A QCM-Based Biosensor to Detect HIT-like Antibodies: Differentiating KKO from RTO via FcγRIIA Interactions

Heparin-induced thrombocytopenia (HIT) is a serious side effect that occurs in patients undergoing heparin therapy. The known risk factor is the presence of antibodies created against platelet factor 4 and heparin complexes (PF4/heparin) in the blood, which activate platelet Fc receptors (FcγRIIA). Although immunoassays have been developed for HIT diagnosis, their specificity remains low (∼50%) due to the binding of nonpathogenic antibodies to the same antigen (PF4/heparin). As a result, a lack of rapid, highly sensitive, and selective diagnostic tests poses challenges for HIT treatment. In this study, we used monoclonal HIT-like KKO antibodies as a model and demonstrated a rapid biosensor based on quartz crystal microbalance (QCM) that effectively distinguishes the pathogenic (KKO) from nonpathogenic (RTO) antibodies within 10 min.

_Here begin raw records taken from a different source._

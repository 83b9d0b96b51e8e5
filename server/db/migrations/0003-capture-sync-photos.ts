import { DataTypes } from 'sequelize';
import { recordColumns, type Migration } from '../migration';

/**
 * Field records and their sync machinery (DESIGN §4, §5): piles, samples, pan tests and photo
 * records; the one server-wide revision counter; the change log a pull pages through (one row per
 * record, at its latest revision); the mutation ids already applied (for resend safety); the
 * conflicts kept for a geologist; and the short number each device puts in its human codes.
 * Portable column types only (JSON is TEXT on SQLite and json on PostgreSQL).
 */
export const captureSyncPhotos: Migration = {
  name: '0003-capture-sync-photos',
  async up(queryInterface) {
    const timestamps = {
      createdAt: { type: DataTypes.DATE, allowNull: false },
      updatedAt: { type: DataTypes.DATE, allowNull: false },
    };
    const ownership = {
      createdById: { type: DataTypes.UUID, allowNull: false },
      deviceId: { type: DataTypes.STRING(64), allowNull: true },
    };
    await queryInterface.createTable('piles', {
      id: { type: DataTypes.UUID, primaryKey: true },
      siteId: { type: DataTypes.UUID, allowNull: false, references: { model: 'sites', key: 'id' } },
      code: { type: DataTypes.STRING(24), allowNull: false },
      material: { type: DataTypes.STRING(32), allowNull: false },
      footprint: { type: DataTypes.JSON, allowNull: true },
      heightM: { type: DataTypes.DOUBLE, allowNull: true },
      shapeModel: { type: DataTypes.STRING(16), allowNull: false },
      angleOfReposeDeg: { type: DataTypes.DOUBLE, allowNull: true },
      bulkDensityTPerM3: { type: DataTypes.DOUBLE, allowNull: true },
      moisturePct: { type: DataTypes.DOUBLE, allowNull: true },
      spotHeights: { type: DataTypes.JSON, allowNull: true },
      sackCount: { type: DataTypes.INTEGER, allowNull: true },
      sackMassKg: { type: DataTypes.DOUBLE, allowNull: true },
      hazards: { type: DataTypes.JSON, allowNull: false },
      notes: { type: DataTypes.TEXT, allowNull: false },
      ...ownership,
      ...recordColumns,
    });
    await queryInterface.addIndex('piles', ['siteId', 'code'], { unique: true });

    await queryInterface.createTable('samples', {
      id: { type: DataTypes.UUID, primaryKey: true },
      siteId: { type: DataTypes.UUID, allowNull: false, references: { model: 'sites', key: 'id' } },
      pileId: { type: DataTypes.UUID, allowNull: false, references: { model: 'piles', key: 'id' } },
      code: { type: DataTypes.STRING(24), allowNull: false },
      sampleType: { type: DataTypes.STRING(16), allowNull: false },
      duplicateOfId: { type: DataTypes.UUID, allowNull: true },
      standardId: { type: DataTypes.STRING(64), allowNull: true },
      location: { type: DataTypes.JSON, allowNull: true },
      gpsAccuracyM: { type: DataTypes.DOUBLE, allowNull: true },
      wetMassKg: { type: DataTypes.DOUBLE, allowNull: true },
      moisturePct: { type: DataTypes.DOUBLE, allowNull: true },
      increments: { type: DataTypes.INTEGER, allowNull: false },
      position: { type: DataTypes.STRING(200), allowNull: false },
      collectedAt: { type: DataTypes.DATE, allowNull: false },
      collectorId: { type: DataTypes.UUID, allowNull: false },
      ...ownership,
      ...recordColumns,
    });
    await queryInterface.addIndex('samples', ['siteId', 'code'], { unique: true });
    await queryInterface.addIndex('samples', ['pileId']);

    await queryInterface.createTable('pan_tests', {
      id: { type: DataTypes.UUID, primaryKey: true },
      siteId: { type: DataTypes.UUID, allowNull: false, references: { model: 'sites', key: 'id' } },
      sampleId: { type: DataTypes.UUID, allowNull: false, references: { model: 'samples', key: 'id' } },
      massPannedKg: { type: DataTypes.DOUBLE, allowNull: false },
      colours: { type: DataTypes.JSON, allowNull: false },
      goldMassMg: { type: DataTypes.DOUBLE, allowNull: true },
      panEfficiency: { type: DataTypes.DOUBLE, allowNull: true },
      testedAt: { type: DataTypes.DATE, allowNull: false },
      ...ownership,
      ...recordColumns,
    });
    await queryInterface.addIndex('pan_tests', ['sampleId']);

    await queryInterface.createTable('photos', {
      id: { type: DataTypes.UUID, primaryKey: true },
      siteId: { type: DataTypes.UUID, allowNull: false, references: { model: 'sites', key: 'id' } },
      ownerEntity: { type: DataTypes.STRING(16), allowNull: false },
      ownerId: { type: DataTypes.UUID, allowNull: false },
      contentType: { type: DataTypes.STRING(32), allowNull: false },
      originalWidth: { type: DataTypes.INTEGER, allowNull: false },
      originalHeight: { type: DataTypes.INTEGER, allowNull: false },
      byteSize: { type: DataTypes.INTEGER, allowNull: false },
      takenAt: { type: DataTypes.DATE, allowNull: false },
      /** Which sizes the photo store holds: [] until uploaded, then "full", then "thumb". */
      storedSizes: { type: DataTypes.JSON, allowNull: false },
      ...ownership,
      ...recordColumns,
    });
    await queryInterface.addIndex('photos', ['ownerEntity', 'ownerId']);

    await queryInterface.createTable('sync_revisions', {
      id: { type: DataTypes.INTEGER, primaryKey: true },
      value: { type: DataTypes.BIGINT, allowNull: false },
      ...timestamps,
    });
    const now = new Date();
    await queryInterface.bulkInsert('sync_revisions', [{ id: 1, value: 0, createdAt: now, updatedAt: now }]);

    await queryInterface.createTable('change_log', {
      entity: { type: DataTypes.STRING(16), primaryKey: true },
      recordId: { type: DataTypes.UUID, primaryKey: true },
      revision: { type: DataTypes.BIGINT, allowNull: false, unique: true },
      siteId: { type: DataTypes.UUID, allowNull: false },
      isDeleted: { type: DataTypes.BOOLEAN, allowNull: false },
      ...timestamps,
    });
    await queryInterface.addIndex('change_log', ['siteId', 'revision']);

    await queryInterface.createTable('sync_mutations', {
      mutationId: { type: DataTypes.UUID, primaryKey: true },
      deviceId: { type: DataTypes.STRING(64), allowNull: false },
      userId: { type: DataTypes.UUID, allowNull: false },
      entity: { type: DataTypes.STRING(16), allowNull: false },
      recordId: { type: DataTypes.UUID, allowNull: false },
      status: { type: DataTypes.STRING(16), allowNull: false },
      revision: { type: DataTypes.BIGINT, allowNull: true },
      conflictId: { type: DataTypes.UUID, allowNull: true },
      ...timestamps,
    });

    await queryInterface.createTable('sync_conflicts', {
      id: { type: DataTypes.UUID, primaryKey: true },
      entity: { type: DataTypes.STRING(16), allowNull: false },
      recordId: { type: DataTypes.UUID, allowNull: false },
      siteId: { type: DataTypes.UUID, allowNull: false },
      mutationId: { type: DataTypes.UUID, allowNull: false },
      deviceId: { type: DataTypes.STRING(64), allowNull: false },
      userId: { type: DataTypes.UUID, allowNull: false },
      baseRevision: { type: DataTypes.BIGINT, allowNull: true },
      serverRevision: { type: DataTypes.BIGINT, allowNull: false },
      deviceOp: { type: DataTypes.STRING(8), allowNull: false },
      deviceData: { type: DataTypes.JSON, allowNull: true },
      serverData: { type: DataTypes.JSON, allowNull: true },
      status: { type: DataTypes.STRING(16), allowNull: false },
      resolution: { type: DataTypes.STRING(16), allowNull: true },
      resolvedById: { type: DataTypes.UUID, allowNull: true },
      resolvedAt: { type: DataTypes.DATE, allowNull: true },
      ...timestamps,
    });
    await queryInterface.addIndex('sync_conflicts', ['siteId', 'status']);

    await queryInterface.createTable('device_numbers', {
      deviceId: { type: DataTypes.STRING(64), primaryKey: true },
      number: { type: DataTypes.INTEGER, allowNull: false, unique: true },
      userId: { type: DataTypes.UUID, allowNull: false },
      ...timestamps,
    });
  },
  async down(queryInterface) {
    for (const table of ['device_numbers', 'sync_conflicts', 'sync_mutations', 'change_log', 'sync_revisions', 'photos', 'pan_tests', 'samples', 'piles']) {
      await queryInterface.dropTable(table);
    }
  },
};
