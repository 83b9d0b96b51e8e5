import { Component, inject, signal } from '@angular/core';
import { FormBuilder, ReactiveFormsModule, Validators } from '@angular/forms';
import { MatButtonModule } from '@angular/material/button';
import { MatFormFieldModule } from '@angular/material/form-field';
import { MatIconModule } from '@angular/material/icon';
import { MatInputModule } from '@angular/material/input';
import { RouterLink } from '@angular/router';
import { AuthApi } from '../../../../core/auth/auth-api';
import { toApiProblem } from '../../../../core/http/api-error';

/** Asks for a password-reset link by e-mail. */
@Component({
  selector: 'hs-forgot-password-page',
  imports: [ReactiveFormsModule, RouterLink, MatButtonModule, MatFormFieldModule, MatIconModule, MatInputModule],
  template: `
    <section class="card">
      <h1><mat-icon aria-hidden="true">lock_reset</mat-icon> Forgot your password?</h1>
      @if (sent(); as sent) {
        <p class="notice" role="status"><mat-icon aria-hidden="true">mark_email_read</mat-icon><span>{{ sent }}</span></p>
        <a mat-stroked-button routerLink="/sign-in"><mat-icon>login</mat-icon> Back to sign in</a>
      } @else {
        <p class="hs-muted">We will e-mail you a link to choose a new password. It works once, for one hour.</p>
        @if (problem(); as problem) {
          <p class="problem" role="alert"><mat-icon aria-hidden="true">error</mat-icon><span>{{ problem }}</span></p>
        }
        <form [formGroup]="form" (ngSubmit)="send()" novalidate>
          <mat-form-field appearance="outline">
            <mat-label>E-mail</mat-label>
            <mat-icon matPrefix aria-hidden="true">mail</mat-icon>
            <input matInput type="email" formControlName="email" autocomplete="username" required>
            @if (form.controls.email.invalid) { <mat-error>Enter your e-mail address</mat-error> }
          </mat-form-field>
          <div class="actions">
            <button mat-flat-button type="submit" [disabled]="isBusy()"><mat-icon>send</mat-icon> Send the link</button>
            <a routerLink="/sign-in">Back to sign in</a>
          </div>
        </form>
      }
    </section>
  `,
  styleUrl: '../../sign-in.scss',
})
export default class ForgotPasswordPage {
  private readonly api = inject(AuthApi);
  protected readonly isBusy = signal(false);
  protected readonly sent = signal<string | null>(null);
  protected readonly problem = signal<string | null>(null);
  protected readonly form = inject(FormBuilder).nonNullable.group({ email: ['', [Validators.required, Validators.email]] });

  protected async send(): Promise<void> {
    if (this.form.invalid) {
      this.form.markAllAsTouched();
      return;
    }
    this.isBusy.set(true);
    this.problem.set(null);
    try {
      this.sent.set((await this.api.requestPasswordReset(this.form.getRawValue().email.trim())).message);
    } catch (error) {
      this.problem.set(toApiProblem(error).message);
    } finally {
      this.isBusy.set(false);
    }
  }
}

Based on our key finding, KKO and RTO present clear binding affinity differences against FcγRIIA: RTO binds to FcγRIIA while KKO can bind to FcγRIIA only in the presence of PF4/heparin. The determined negative zeta potentials of proteins confirmed that the observed affinity differences toward FcγRIIA result from specific binding rather than nonselective electrostatic interactions. This highlights the potential use of FcγRIIA as an antigen instead of traditional PF4/heparin complexes. Although only a monoclonal HIT-like antibody was tested, the use of FcγRIIA to distinguish the binding patterns of KKO and RTO could be extended to the detection of human HIT antibodies.